I am trying to convert a bunch of poems into vectors, and then use my own implementation of k-means on them, but I can't figure out how to get the vectors with tags attached after training in doc2vec. I also find that when I train on 11 files I get 14 back out (I would like the same number of vectors in as out obviously).

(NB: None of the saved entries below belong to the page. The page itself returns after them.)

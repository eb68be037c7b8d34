// `copse report MODEL DATA`: the shareable HTML report (src/report) of a saved or imported forest shown against a
// labelled file. On the forest's own training file, read as the fit read it, the out-of-bag views are the fit's
// own (the draws are recovered from the seed and checked against the trees); on any other file the file's rows
// are scored as test data. An imported forest has no training sample, so its out-of-bag parts say unavailable.
import * as path from 'node:path';
import { median } from '../../core/data/binning';
import { findColumn, type Table } from '../../core/data/table';
import { permutationOnRows, type PermutationImportance } from '../../core/explain/permutation';
import { checkedDraws } from '../../core/forest/checked-draws';
import { withCoverFrom } from '../../core/forest/cover';
import type { Forest } from '../../core/forest/forest';
import { UNAVAILABLE_FOR_IMPORT, type TrainingRows } from '../../core/forest/membership';
import { encodeTable, predictEncoded } from '../../core/forest/predict';
import { loadForScoring } from '../../core/forest/score-file';
import { membershipOf } from '../../core/forest/row-votes';
import { targetCodes } from '../../core/forest/target';
import { knowsTraining } from '../../core/open/open';
import { summarizeOpened } from '../../core/summary/opened';
import { flag, parse, text, UsageError, type Options } from '../args';
import { DEBUG_ENTRY, optionList } from '../help';
import { checkReportPath, writeHtmlReport } from '../html-report';
import { version } from '../main';
import { MODEL_ENTRIES, MODEL_OPTIONS, openForData } from '../model';

export const REPORT_HELP = `Usage: copse report MODEL DATA.csv [--out REPORT.html]

Writes one self-contained HTML file about a saved forest (.json) or an imported ONNX tree ensemble shown
against a labelled CSV file: scores, importance, decision-region maps, partial dependence and doubtful rows.
It opens offline in any browser and makes no network request. On the forest's own training file the
out-of-bag views are the fit's own; on another file its rows are scored as test data.

Options:
${optionList([
  ['--target COLUMN', "the column holding the labels, when the model calls its target otherwise\n(an imported model's target is often called label)"],
  ['--out REPORT.html', 'where to write the report (default: DATA-report.html in the current folder;\nnever the model or the data file)'],
  ...MODEL_ENTRIES,
  DEBUG_ENTRY,
])}`;

const OPTIONS: Options = { out: { type: 'string' }, target: { type: 'string' }, ...MODEL_OPTIONS };

export async function runReport(argv: string[]): Promise<void> {
  const args = parse('report', argv, OPTIONS, 2);
  if (flag(args, 'help')) return void process.stdout.write(REPORT_HELP);
  const [modelPath, dataPath] = args.positionals;
  const out = text(args, 'out') ?? `${path.basename(dataPath, path.extname(dataPath))}-report.html`;
  await checkReportPath(out, '--out', [
    { file: modelPath, what: 'the model file' },
    { file: dataPath, what: 'the data file' },
  ]);
  const { forest: named, origin, notes } = await openForData(modelPath, dataPath, args, 'report');
  const opened = labelledBy(named, text(args, 'target'));
  const loaded = await loadForScoring(dataPath, opened.schema);
  const table = loaded.table;
  if (!findColumn(table, opened.schema.target.name)) {
    const hint = text(args, 'target') ? '' : ` (the model's target); name the column that holds the labels with --target`;
    throw new UsageError(`${dataPath} has no column "${opened.schema.target.name}"${hint}. A report scores the forest against labelled rows.`, 'report');
  }
  const x = encodeTable(opened.schema, table, dataPath, loaded.header);
  const imported = !knowsTraining(opened);
  const forest = imported ? readyForTable(opened, table, x) : opened;
  const truth = targetCodes(forest, table);
  const draws = imported ? `${UNAVAILABLE_FOR_IMPORT}` : checkedDraws(forest, table, x, loaded.fingerprint, []);
  const training: TrainingRows | { unknown: string } = typeof draws === 'string' ? { unknown: draws.replace(/\.$/, '') } : draws;
  const known = 'trainRows' in training ? training : undefined;
  const prediction = predictEncoded(forest, x, table.rowCount, known ? membershipOf(known.trainRows, table.rowCount, known.inBag) : undefined);
  const sameFile = forest.training.fingerprint !== '' && forest.training.fingerprint === loaded.fingerprint;
  const labelled = truth.some((v) => !Number.isNaN(v));
  let permutation: PermutationImportance | undefined;
  let permutationMissing: string | undefined;
  // On the training file shuffled columns would be scored on rows the trees fitted; that figure would flatter.
  if (sameFile) permutationMissing = 'not measured: this is the file the forest was trained on; fit again for out-of-bag permutation importance.';
  else if (!labelled) permutationMissing = `not measured: the file has no "${forest.schema.target.name}" values to score against.`;
  else {
    const p = forest.schema.features.length;
    const imp = await permutationOnRows({ x, rows: table.rowCount, features: p, truth, task: forest.schema.target.task, seed: forest.params.seed }, (rows, n) => Promise.resolve(predictEncoded(forest, rows, n)));
    if (imp.rows > 0) permutation = imp;
  }
  const summary = summarizeOpened({
    forest,
    table,
    prediction,
    truth,
    file: dataPath,
    fingerprint: loaded.fingerprint,
    rowsRead: loaded.rowsRead,
    sampled: false,
    training,
    permutation,
    permutationMissing,
    notes,
    warnings: loaded.warnings,
  });
  const model = { file: path.basename(modelPath), kind: origin.kind } as const;
  const bytes = await writeHtmlReport(out, { summary, forest, table, dataPath, trainRows: known?.trainRows ?? null, model, version: version() });
  process.stdout.write(`Wrote the report of ${modelPath} on ${dataPath} to ${out} (${Math.round(bytes / 1024)} KB).\n`);
}

/** The forest with its target named as the file names it, so the file's labels are read against it. */
function labelledBy(forest: Forest, column: string | undefined): Forest {
  if (!column || column === forest.schema.target.name) return forest;
  return { ...forest, schema: { ...forest.schema, target: { ...forest.schema.target, name: column } } };
}

/**
 * An imported forest knows no covers and no typical values: covers are counted from this table's rows, and each
 * numeric feature's typical value (what maps hold the other features at) is its median here, as the editor does.
 */
function readyForTable(forest: Forest, table: Table, x: Float64Array): Forest {
  const features = forest.schema.features.map((f) => {
    const column = findColumn(table, f.name);
    return f.kind === 'numeric' && Number.isNaN(f.reference) && column?.kind === 'numeric' ? { ...f, reference: median(column.values) } : f;
  });
  return withCoverFrom({ ...forest, schema: { ...forest.schema, features } }, x, table.rowCount);
}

My code takes in a path to a folder with a few text files in it. Right now I am just printing the vectors given by learner.docvecs, and have no idea which vector is which.

Code:

import os
import gensim

def parse_doc2vec(direc):

    # gets list of file names
    files = os.listdir(direc)

    translator = str.maketrans("", "", string.punctuation)

    tovecpoems=[]

    count = 0
    for filename in files:

        file = open(direc + "/" + filename)
        list = file.read().split(sep= "\n")
        subject = list[0].split(" ",1)[0]

        poem = list[3:]
        poem = ''.join(poem)
        poem = poem.split()
        for i in range (len(poem)):
            poem[i] = poem[i].replace('\t','').replace('\n','')
            poem[i] = poem[i].translate(translator)
            if poem[i] == '':
                poem.remove(poem[i])


        tovecpoem = gensim.models.doc2vec.LabeledSentence(words = poem, tags = [filename,subject])
        tovecpoems.append(tovecpoem)
        count += 1


    learner = gensim.models.doc2vec.Doc2Vec(tovecpoems,alpha=0.025, min_alpha=0.025)

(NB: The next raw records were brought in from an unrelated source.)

import { cellText, findColumn } from '../../core/data/table';
import { ContributionExplainer } from '../../core/explain/contributions';
import { predictEncoded } from '../../core/forest/predict';
import { argmaxAt } from '../../core/metrics/scores';
import { rawScoreName } from '../../core/forest/boosting';
import { withCoverFrom } from '../../core/forest/cover';
import type { Forest } from '../../core/forest/forest';
import { checkedDraws } from '../../core/forest/checked-draws';
import { knowsTraining } from '../../core/open/open';
import { flag, parse, text, UsageError, wholeNumber, type Options } from '../args';
import { visibleValue } from '../../core/visible';
import { say, sayError } from '../terminal';
import { largest } from '../report';
import { MODEL_HELP, MODEL_OPTIONS, openForData } from '../model';
import { chooseRows, wantedRows } from '../rows';

export const EXPLAIN_HELP = `Usage: copse explain MODEL DATA.csv --rows 1,7,12 [--json]

Shows how much each feature moved a saved forest's prediction on chosen rows of DATA.csv, away from the
forest's average prediction. For a boosted ensemble (XGBoost, or a summed ONNX ensemble) contributions are in
its raw-score space (log-odds for classes, the value for regression), with the probability beside. The contributions are exact Shapley values of the trees (Lundberg et al. 2020)
and add up to the prediction. Rows are counted from 1: the first row after the header is row 1.

When DATA.csv is the file the forest was fitted on, each training row is explained over the trees that
did not train on it (its out-of-bag trees), since the others have seen its answer: the prediction shown
is then the out-of-bag one. Rows the fit held out are explained over all trees, none of which saw them.

Options:
  --rows LIST     comma-separated data row numbers (required)
  --all-trees     explain every row over all trees, as for new data, even in the training file
  --class LABEL   classification: explain the probability of this class (default: the predicted class)
  --top N         show the N largest contributions per row (default 10; all with --json)
  --json          print one JSON object: per row its prediction, the average prediction ("base"),
                  every feature's contribution (per class for classification), and which trees
                  were used ("trees": "out-of-bag" or "all", and "treeCount")
${MODEL_HELP}  --debug         show stack traces on errors
`;

const OPTIONS: Options = {
  rows: { type: 'string' },
  class: { type: 'string' },
  top: { type: 'string' },
  json: { type: 'boolean' },
  'all-trees': { type: 'boolean' },
  ...MODEL_OPTIONS,
};

interface ExplainedRow {
  row: number;
  line: number;
  prediction: string | number;
  probabilities?: Record<string, number>;
  base: number | Record<string, number>;
  contributions: Record<string, number> | Record<string, Record<string, number>>;
  values: Record<string, string>;
  /** 'out-of-bag': only trees that never drew the row (every tree, for a row the fit did not train on). */
  trees: 'out-of-bag' | 'all';
  treeCount: number;
  /** Boosted: the raw score (base plus contributions) the link turns into the prediction, per class or the value. */
  rawScore?: number | Record<string, number>;
}

export async function runExplain(argv: string[]): Promise<void> {
  const args = parse('explain', argv, OPTIONS, 2);
  if (flag(args, 'help')) return void process.stdout.write(EXPLAIN_HELP);
  const wanted = wantedRows(args, 'explain');
  const top = wholeNumber(args, 'top', 1) ?? 10;
  const [modelPath, dataPath] = args.positionals;
  const opened = await openForData(modelPath, dataPath, args, 'explain');
  let forest = opened.forest;
  const notes = opened.notes;
  const target = forest.schema.target;
  const classes = target.classes ?? [];
  const chosen = text(args, 'class');
  if (chosen !== undefined) {
    if (target.task !== 'classification') throw new UsageError('--class applies to classification forests; this one is a regression.', 'explain');
    if (!classes.includes(chosen)) throw new UsageError(`--class: the forest has no class "${chosen}"; its classes are ${classes.map((c) => `"${c}"`).join(', ')}.`, 'explain');
  }
  const { loaded, tableRows, x, encoded } = await chooseRows(forest, dataPath, wanted, 'explain');
  const table = loaded.table;
  // Per row: its out-of-bag trees; null for a row of the training file no tree drew; absent for all trees.
  let ownTrees: Array<Int32Array | null> | undefined;
  if (!flag(args, 'all-trees') && knowsTraining(forest) && forest.training.fingerprint !== '' && loaded.fingerprint === forest.training.fingerprint) {
    const draws = checkedDraws(forest, table, encoded, loaded.fingerprint, tableRows);
    if (typeof draws === 'string') notes.push(`${dataPath} is the file the forest was fitted on, but which trees drew each row cannot be told for certain: ${draws} Every row is explained over all trees.`);
    else ownTrees = draws.outOfBag;
  }
  // An XGBoost file carries its own covers (each node's hessian sum), the weights XGBoost's TreeSHAP uses.
  if (!knowsTraining(forest) && forest.boosting?.source !== 'xgboost') {
    // Explanations weigh a split's sides by the rows that reached them; an import has no training counts.
    forest = withCoverFrom(forest, encoded, table.rowCount);
    notes.push(`The model carries no training row counts, so each split's sides are weighed by the ${table.rowCount} rows of ${dataPath}.`);
  }
  const names = forest.schema.features.map((f) => f.name);
  const p = names.length;
  const whole = predictEncoded(forest, x, wanted.length);
  const explainer = new ContributionExplainer(forest);
  const K = explainer.outputs;
  const T = forest.trees.length;
  const columns = forest.schema.features.map((f) => findColumn(table, f.name)!);

  const rows = wanted.map((r, j): ExplainedRow => {
    const own = ownTrees?.[j];
    let trees = own ?? undefined;
    if (trees && trees.length === 0) {
      notes.push(`Every one of the ${T} trees drew row ${r}, so it is explained over all trees.`);
      trees = undefined;
    }
    // A row of the training file that the fit did not train on (held out, or without a target): no tree drew it.
    const used = { trees: trees !== undefined || own === null ? ('out-of-bag' as const) : ('all' as const), treeCount: trees?.length ?? T };
    const phi = explainer.explainRow(x, j * p, undefined, trees);
    const base = trees ? explainer.baseOver(trees) : explainer.base;
    // The prediction of the same trees, by the scoring walk, so it is what base plus the contributions explain.
    const pred = trees ? predictEncoded(subForest(forest, trees), x.subarray(j * p, (j + 1) * p), 1) : whole;
    const at = trees ? 0 : j;
    const tableRow = tableRows[j];
    const values = Object.fromEntries(names.map((n, f) => [n, cellText(columns[f], tableRow)]));
    const line = table.lineOfRow[tableRow];
    if (target.task === 'classification') {
      const perClass = (k: number) => Object.fromEntries(names.map((n, f) => [n, phi[f * K + k]]));
      return {
        row: r,
        line,
        prediction: classes[argmaxAt(pred.proba!, at * K, K)],
        probabilities: Object.fromEntries(classes.map((c, k) => [c, pred.proba![at * K + k]])),
        base: Object.fromEntries(classes.map((c, k) => [c, base[k]])),
        contributions: Object.fromEntries(classes.map((c, k) => [c, perClass(k)])),
        values,
        ...used,
        ...(forest.boosting ? { rawScore: Object.fromEntries(classes.map((c, k) => [c, rawOf(phi, base, k, K, p)])) } : {}),
      };
    }
    if (forest.boosting) return { row: r, line, prediction: pred.predicted[at], base: base[0], contributions: Object.fromEntries(names.map((n, f) => [n, phi[f]])), values, ...used, rawScore: rawOf(phi, base, 0, 1, p) };
    return { row: r, line, prediction: pred.predicted[at], base: base[0], contributions: Object.fromEntries(names.map((n, f) => [n, phi[f]])), values, ...used };
  });

  const scale = forest.boosting ? rawScoreName(forest.boosting.link) : target.task === 'classification' ? 'probability' : 'value';
  if (forest.boosting) notes.push(`Boosted trees: contributions and "base" are in the raw-score space (${scale}), the standard for boosted models; they add up to "rawScore"${target.task === 'classification' ? ', which the link turns into the probabilities' : ', the prediction'}.`);
  if (flag(args, 'json')) {
    process.stdout.write(JSON.stringify({ task: target.task, target: target.name, trees: forest.trees.length, contributionsIn: scale, features: names, warnings: [...notes, ...loaded.warnings], rows }, null, 2) + '\n');
    return;
  }
  for (const w of [...notes, ...loaded.warnings]) sayError(`Warning: ${w}\n`);
  // Two classes: the log-odds explained are class 1's (class 0's raw score stays 0), whatever is predicted.
  const shownClass = chosen ?? (forest.boosting?.link === 'logistic' ? classes[1] : undefined);
  say(rows.map((row) => readable(row, shownClass, top, T, forest.boosting ? scale : undefined)).join('\n'));
}

function rawOf(phi: Float64Array, base: Float64Array, k: number, K: number, p: number): number {
  let s = base[k];
  for (let f = 0; f < p; f++) s += phi[f * K + k];
  return s;
}

/** The forest with only the listed trees, for scoring a row with its out-of-bag trees. */
function subForest(forest: Forest, trees: ArrayLike<number>): Forest {
  return { ...forest, trees: Array.from(trees, (t) => forest.trees[t]) };
}

/** Signed, with one number of decimals per row, so the column lines up and the largest shows four digits. */
function signer(values: number[]): (v: number) => string {
  const most = largest(values.map(Math.abs));
  const decimals = most > 0 ? Math.min(6, Math.max(0, 3 - Math.floor(Math.log10(most)))) : 2;
  return (v) => (v >= 0 ? '+' : '') + v.toFixed(decimals);
}

function readable(row: ExplainedRow, chosen: string | undefined, top: number, forestTrees: number, raw?: string): string {
  let over = '';
  if (row.trees === 'out-of-bag') {
    over = row.treeCount === forestTrees ? `, over all ${row.treeCount} trees, none of which trained on this row` : `, over the ${row.treeCount} trees that did not train on this row`;
  }
  const who = `Row ${row.row} (line ${row.line})${over}`;
  let head: string;
  let base: number;
  let output: number;
  let phi: Record<string, number>;
  if (row.probabilities) {
    const cls = chosen ?? String(row.prediction);
    base = (row.base as Record<string, number>)[cls];
    output = row.probabilities[cls];
    phi = (row.contributions as Record<string, Record<string, number>>)[cls];
    head = `${who}: predicted "${row.prediction}"; probability of "${cls}" ${output.toFixed(3)}, against ${base.toFixed(3)} on average`;
    if (raw) {
      const p = output;
      output = (row.rawScore as Record<string, number>)[cls];
      head = `${who}: predicted "${row.prediction}"; ${raw} of "${cls}" ${output.toFixed(3)} (probability ${p.toFixed(3)}), against ${base.toFixed(3)} on average`;
    }
  } else {
    base = row.base as number;
    output = row.prediction as number;
    phi = row.contributions as Record<string, number>;
    head = `${who}: predicted ${output.toPrecision(6)}, against ${base.toPrecision(6)} on average`;
  }
  const signed = signer([...Object.values(phi), output - base]);
  const order = Object.keys(phi).sort((a, b) => Math.abs(phi[b]) - Math.abs(phi[a]) || (a < b ? -1 : 1));
  const shown = order.slice(0, top);
  const cells = [['feature', 'value', 'contribution'], ...shown.map((f) => [f, row.values[f] === '' ? '(missing)' : row.values[f], signed(phi[f])])].map((r) => r.map(visibleValue));
  const widths = cells[0].map((_, c) => largest(cells.map((r) => r[c].length)));
  let out = `${head}\n`;
  out += cells.map((r) => '  ' + r.map((c, i) => (i === 0 ? c.padEnd(widths[i]) : c.padStart(widths[i]))).join('  ')).join('\n') + '\n';
  const rest = order.slice(top);
  if (rest.length) out += `  (${rest.length} more feature${rest.length > 1 ? 's' : ''}, together ${signed(rest.reduce((s, f) => s + phi[f], 0))})\n`;
  out += `  The contributions add up to ${signed(output - base)}, the distance from the average to this prediction.\n`;
  return out;
}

    for epoch in range(10):
        learner.train(tovecpoems,total_examples = learner.corpus_count, epochs = learner.iter)
        learner.alpha -= 0.002
        learner.min_alpha = learner.alpha


    vectors = learner.docvecs

    for vec in vectors:
        print(vec,'\n')

If someone could please tell me how to retrieve vectors with filename attached from tags, and why vectors has more objects in it then tovecpoemsdoes, I would be grateful.


Solution

  • You should show what your code is printing, to let answerers know what's not appearing correct from what you see.

    You're supplying Doc2Vec with 10 text examples, but every text example you're providing has 2 tags: tags=[filename, subject]. So the 4 extra tags, that aren't filenames, are probably unique values of subject that repeat.

    Separately, it's a bad idea to try to manage alpha/min_alpha yourself, or call train() multiple times in your own loop. Just leave those values as their defaults, use Doc2Vec's iter parameter to specify how many training passes you want.

    And by providing tovecpoems as an argument to Doc2Vec, you've already triggered training - there's no need to call train() at all. (If you'd not supplied the corpus already, it would make sense to call build_vocab() and train() exactly once each, but no more.)

    So for example your code would make more sense as just:

    learner = gensim.models.doc2vec.Doc2Vec(tovecpoems, iter=10)
    vectors = learner.docvecs
    # ...etc
    

    Note that you won't get a good Doc2Vec/Word2Vec results from tiny toy-sized datasets. They generally need many thousands of examples (containing hundred-of-thousands to millions of words) to obtain the sort of vector-qualities people usually want from them. (You can sometimes squeeze a little demo-able value out of a small dataset by (1) shrinking the model vector size radically; and (2) increasing the number of iter training-passes, but that's hit-or-miss.)